I am not sure what to do here? Any advice? I love this man dearly and don't want to lose him or my family. He says time heals a lot of things but I think it will only hurt here since we aren't in a relationship. This allows for people to date other people and/or move farther apart. I look at it like either we are working on being together or working on being apart. 
Now I will say this man tells me he cares deeply for me, and always will. He cares about me like he has never cared for anyone. He did say something yesterday, "Until I feel good about myself I can't go on with you or anyone else". I guess I am just confused and looking for any ounce of hope here?

He is in the mind frame of being friends and just seeing where it goes. But this hurts not knowing that I am in a relationship with him? I am not sure if I just cut it off or take what is offered. Mind you he still calls pretty much everyday minus a day or two we talk about a lot of things, then the obvious our son as well. It is just painful for me.


----------



## anotherguy (Dec 14, 2011)

Well.

You cant just wave a wand and make a solid relationship appear.

And even though you say it was just 'petty stuff', you split while you were 7 months pregnant... so that tells me you both lacked what it takes to work out your issues despite the fact that a baby was on the way.

I dont know you from a hole in the wall - but sounds to me that he bailed out. Now you are grasping at straws trying to piece a family together and the only thing you have in common is a baby. He is verbally evasive and not intrested.

Its good that you have at least a congenial relationship with him I guess... but is this something you really want to pursue especially knowing he has no interest?

Wow.. you are 27 and have 4 kids. He is 32 with a 12 & 9 year olds and now a 4 month old. I have to say - that is tough circumstances to try and forge a relationship.

Honest - I have no idea what to tell you - but seems to me you cant expect much from ths guy, as painful as that is.


----------



## 1lostintranslation (Apr 10, 2012)

anotherguy: I guess I am confused what, "I am not ready to give you what you need" means? Just literally 1 month ago he was at my house and all EVERYONE was together. Just 2 months ago he wanted me to move to his town in with him. Now he is unsure? How can you flip flop like that? I guess I just wanted to try it one last time. I didn't want to live with the what if I had only said's!


----------



## anchorwatch (Mar 5, 2012)

This quote rushed to my mind after reading your post.

“Never allow someone to be your priority while allowing yourself to be their option.” Mark Twain

I think it's time you get some counseling to learn you don't need anyone but yourself.


----------



## anotherguy (Dec 14, 2011)

"I am not ready to give you what you need"

That means: 'No. I dont want a serious relationship with you." That means that he has no interest in owning up to being a full time father for his and your baby. That means you have opened the door and he has refused.
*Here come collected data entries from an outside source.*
@dataclass(frozen=True, slots=True, eq=False, kw_only=True)
class IdentifyOptions:
    """What :func:`identify` fits and how it chooses.

    Parameters
    ----------
    method : {"arx", "subspace", "auto", "oe", "armax", "bj"}
        Model family; ``"auto"`` (default) fits both kinds of candidates and
        refines the best. ``"arx"`` keeps ARX least-squares models (no
        refinement); ``"subspace"`` starts only from subspace estimates;
        ``"oe"``, ``"armax"`` and ``"bj"`` fit that polynomial structure
        (:mod:`ident.estimate.polynomial`) with all its orders equal to the
        order tried and the estimated input delay.
    order : int, optional
        Fixed order; ``None`` (default) selects it. For subspace (and refined)
        models the number of states of the delay-free part; for ARX
        ``na = nb = order``. Always fitted, whatever the excitation (weak
        excitation is a warning).
    max_order : int
        Largest order tried when ``order`` is ``None`` (default 10).
    delay : int, optional
        Input delay in samples, the same for every input; ``None`` (default)
        tries the estimated delays, 0 and 1.
    weighting : {"n4sid", "moesp", "cva"} or None
        Subspace weighting; ``None`` (default) tries all three.
    horizon : int, optional
        Subspace past/future horizon; ``None`` (default) tries the default
        horizon for ``max_order`` and twice it.
    stabilize : bool
        Reflect unstable poles of direct subspace estimates into the unit circle
        (default ``False``). Refinement starts are reflected anyway.
    refinement : {"auto", "output_error", "innovations", "none"}
        What the refinement minimises (default ``"auto"``: the simulation
        error); ``"none"`` keeps the direct estimates.
    significance : float
        Level of the held-out test that decides whether a simpler candidate is
        as accurate as the best (default 0.05; see :mod:`ident.estimate.selection`).
    per_criterion : int
        In an ARX grid, how many structures each of AIC, BIC and FPE puts on
        the shortlist (default :data:`PER_CRITERION`, 3).
    refine_count : int
        How many of the best candidates (the best of each leading order) are
        refined (default 4), besides the best of every other input shift.
    screen_samples : int
        Largest number of estimation and of validation samples the candidates
        are fitted and scored on (default 10 000); longer logs are screened on
        evenly spread stretches, and the final model is polished and scored on
        all the data.
    preprocess : PreprocessOptions
        Operating point, detrending, decimation and hold-out.
    """

    method: Literal["arx", "subspace", "auto", "oe", "armax", "bj"] = "auto"
    order: int | None = None
    max_order: int = 10
    delay: int | None = None
    weighting: Literal["n4sid", "moesp", "cva"] | None = None
    horizon: int | None = None
    stabilize: bool = False
    refinement: Literal["auto", "output_error", "innovations", "none"] = "auto"
    significance: float = 0.05
    per_criterion: int = PER_CRITERION
    refine_count: int = 4
    screen_samples: int = 10_000
    preprocess: PreprocessOptions = field(default_factory=PreprocessOptions)

    def __post_init__(self) -> None:
        one_of(self.method, "method", METHODS)
        if self.weighting is not None:
            one_of(self.weighting, "weighting", WEIGHTINGS)
        one_of(self.refinement, "refinement", REFINEMENTS)
        object.__setattr__(self, "order", _positive_int_or_none(self.order, "order", MAX_ORDER))
        object.__setattr__(self, "max_order", int_in_range(self.max_order, "max_order", 1, MAX_ORDER))
        if self.delay is not None:
            object.__setattr__(self, "delay", int_in_range(self.delay, "delay", 0, 1000))
        object.__setattr__(self, "horizon", _positive_int_or_none(self.horizon, "horizon", 10_000))
        if not isinstance(self.stabilize, (bool, np.bool_)):
            raise OptionError(f"stabilize must be true or false; got {self.stabilize!r}")
        object.__setattr__(self, "stabilize", bool(self.stabilize))
        object.__setattr__(self, "significance", _probability(self.significance, "significance"))
        object.__setattr__(self, "per_criterion", int_in_range(self.per_criterion, "per_criterion", 1, 100))
        object.__setattr__(self, "refine_count", int_in_range(self.refine_count, "refine_count", 1, 40))
        object.__setattr__(self, "screen_samples", int_in_range(self.screen_samples, "screen_samples", 1000))
        if isinstance(self.preprocess, Mapping):
            object.__setattr__(self, "preprocess", PreprocessOptions(**self.preprocess))
        if not isinstance(self.preprocess, PreprocessOptions):
            raise OptionError(f"preprocess must be PreprocessOptions; got {type(self.preprocess).__name__}")

    @classmethod
    def from_mapping(cls, mapping: Mapping[str, Any], *, key_path: str = "") -> IdentifyOptions:
        """Build options from a mapping such as a parsed TOML table.

        A nested ``preprocess`` table becomes :class:`PreprocessOptions`.

        Raises
        ------
        PipelineError
            An unknown key, or a value that is not allowed.
        """
        if isinstance(mapping, Mapping) and "preprocess" in mapping:
            sub_path = f"{key_path}.preprocess" if key_path else "preprocess"
            mapping = dict(mapping)
            mapping["preprocess"] = PreprocessOptions.from_mapping(mapping["preprocess"], key_path=sub_path)
        return options_from_mapping(cls, mapping, key_path)

    def to_dict(self) -> dict[str, Any]:
        """Return the options as a plain nested dict (for provenance records)."""
        out = {f.name: getattr(self, f.name) for f in fields(self) if f.name != "preprocess"}
        out["preprocess"] = self.preprocess.to_dict()
        return out


def _probability(value: Any, name: str) -> float:
    try:
        v = float(value)
    except (TypeError, ValueError):
        v = math.nan
    if isinstance(value, bool) or not 0.0 < v < 1.0:
        raise OptionError(f"{name} must be a number in (0, 1); got {value!r}")
    return v


@dataclass(frozen=True, slots=True, eq=False)
class Identification:
    """The result of :func:`identify`.

    Attributes
    ----------
    model : StateSpaceModel
        The selected model, discrete time at the (decimated) sample time, with
        names, units, operating point, input delays (as states) and, when it
        has one, its one-step predictor (``noise_gain``).
    method : str
        Family of the selected model's start (``"arx"`` or ``"subspace"``).
    order : int
        Its order (``max(na, nb)`` for ARX, states of the delay-free part otherwise).
    candidates : tuple of Candidate
        Every candidate scored: direct estimates first, then refined ones;
        exactly one has ``selected=True``.
    validation_fit, estimation_fit : numpy.ndarray, shape (p,)
        Fit percent per output of ``model`` on all the held-out data and on
        all the estimation data (initial state fitted to a leading window that
        is not scored).
    prepared : PreparedData
        The data as prepared.
    arx : object or None
        The ``ArxResult`` when the selected model is a direct ARX estimate.
    refinement : RefineResult or None
        The final refinement (polish on all the estimation data) of the model.
    noise_model : str or None
        What the refinement minimised (``"output_error"`` or ``"innovations"``).
    covariance : ParameterCovariance or None
        Parameter covariance of ``model`` (``None`` when not available).
    pole_covariance : numpy.ndarray or None
        Covariance of ``(Re z, Im z)`` per pole of ``model`` (``model.poles()`` order).
    input_delay : tuple of int
        Pure input delays built into ``model`` (samples per input).
    selection : SelectionRecord or None
        Why the selected candidate won.
    singular_values, suggested_order, subspace_factorization
        Evidence of the first subspace projection (``None`` without subspace).
    delay : object or None
        The ``DelayEstimate`` (``None`` when the delay was given or not estimable).
    excitation : dict
        ``{"orders": per-input order of persistent excitation judged against the
        noise, "threshold": relative eigenvalue level used, "snr": signal-to-noise ratio}``.
    feedback : FeedbackEvidence or None
        The test for feedback from the outputs to the inputs (closed loop).
    warnings, notes : tuple of str
        Warnings raised (also issued as Python warnings) and remarks.
    options : IdentifyOptions
    best_by : dict
        Criterion -> index of the ARX candidate it prefers.
    arx_sweep : ArxSweep or None
        The whole ARX grid (automatic ARX search only).
    """

    model: StateSpaceModel
    method: str
    order: int
    candidates: tuple[Candidate, ...]
    validation_fit: np.ndarray
    estimation_fit: np.ndarray
    prepared: PreparedData
    arx: Any
    refinement: Any
    noise_model: str | None
    covariance: ParameterCovariance | None
    pole_covariance: np.ndarray | None
    input_delay: tuple[int, ...]
    selection: SelectionRecord | None
    singular_values: np.ndarray | None
    suggested_order: int | None
    subspace_factorization: dict[str, Any] | None
    delay: Any
    excitation: dict[str, Any]
    feedback: Any
    warnings: tuple[str, ...]
    notes: tuple[str, ...]
    options: IdentifyOptions
    best_by: dict[str, int] = field(default_factory=dict)
    arx_sweep: Any = None

    @property
    def selected(self) -> Candidate:
        """The selected candidate."""
        return next(c for c in self.candidates if c.selected)


# --------------------------------------------------------------------------- checks


def excitation_order(u: Sequence[np.ndarray], max_lags: int, rcond: float | None = None) -> np.ndarray:
    """Order of persistent excitation of each input column, up to ``max_lags``.

    Parameters
    ----------
    u : sequence of numpy.ndarray, each (N_k, m)
        Input deviations of each experiment.
    max_lags : int
        Largest order tested.
    rcond : float, optional
        Relative eigenvalue level (default that of
        :func:`ident.estimate.excitation.persistent_excitation_order`).

    Returns
    -------
    numpy.ndarray of int, shape (m,)
        Per input, the largest order found in any one experiment (at most
        200 000 samples of each are used).
    """
    from .excitation import DEFAULT_RCOND, persistent_excitation_order

    max_lags = int_in_range(max_lags, "max_lags", 1)
    level = DEFAULT_RCOND if rcond is None else float(rcond)
    m = u[0].shape[1]
    orders = np.zeros(m, dtype=int)
    for j in range(m):
        for part in u:
            col = part[:_CHECK_SAMPLES, j]
            if col.shape[0] >= 2:
                orders[j] = max(orders[j], persistent_excitation_order(col, max_order=max_lags, rcond=level))
    return orders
It is also a passive agressive cop out.. and his use of the phrase 'what you want' attempts to shift the burden onto you without owning up to any responsibility himself.

--

I dont know what happened when things fell apart, but now you have a baby and he isnt interested. You are not going to get answers form me or anyone here though. You need to be direct with him and clear the air.

How are you supporting this baby? You may be filing for child support?


----------



## 1lostintranslation (Apr 10, 2012)

Then why give a coded message then? Like I stated before literally spent new years together with this man (his suggestion), and just a move before wanted me to move in with him in his town and said "marry him in July". So why then the change of heart? Why then call me everyday to talk? Why say I mean so much to him and he cares about me more than he has anyone? If what you are saying is really try then I am confused by this man.


----------



## 1lostintranslation (Apr 10, 2012)

He said, "I thought you hated me let alone wanted to move with me". I made things kinda difficult while being really mad. Asked him for awhile to only contact me about our son. It was hard to talk to him and not be in a relationship


----------



## Wiltshireman (Jan 23, 2013)

Is it possible to be friends with an ex you ask?
Yes is the simple answer.
Is it be right for you in your circumstances, now that is a different and more personal question.
When I was in my late teens I dated a girl for two years, at the time we both thought it would last forever but as with many relationships between youngsters it did not. She got a place at a university and I joined the military, we wrote to each other every week and phoned when we could (before the mobile phone), I saw her when I was on leave and she came down to my passing out parade but it did not provide either of us with the support that we needed at that stage in our lives so we agreed to be "just friends". 
Overtime we both got more evolved in our course / jobs and meet other people. The frequency of our communication dropped off. We have both married and had children (she divorced after 5 years) and we now just keep up on Facebook, exchange Christmas cards (with family photos)/ birthday wishes and meet up at school reunions (every 3-4 years). 
Are we friends YES, do we live in each other’s pocket or pose a risk to each other’s relationships NO.


----------



## 1lostintranslation (Apr 10, 2012)

I am just kinda confused if the man wants me or not. I always felt like if a man really wants you he will go after you. Like I said He initiated spending the new year together, wanted to get married in July a couple of months ago, wanted me to move to his town. Now he is unsure? No sure how to get a straight answer? He said no relationship can't give me what I need now, and time has to pass???


----------



## 3Xnocharm (Jun 22, 2012)

1lostintranslation said:


> I am just kinda confused if the man wants me or not. I always felt like if a man really wants you he will go after you. Like I said He initiated spending the new year together, wanted to get married in July a couple of months ago, wanted me to move to his town. Now he is unsure? No sure how to get a straight answer? He said no relationship can't give me what I need now, and time has to pass???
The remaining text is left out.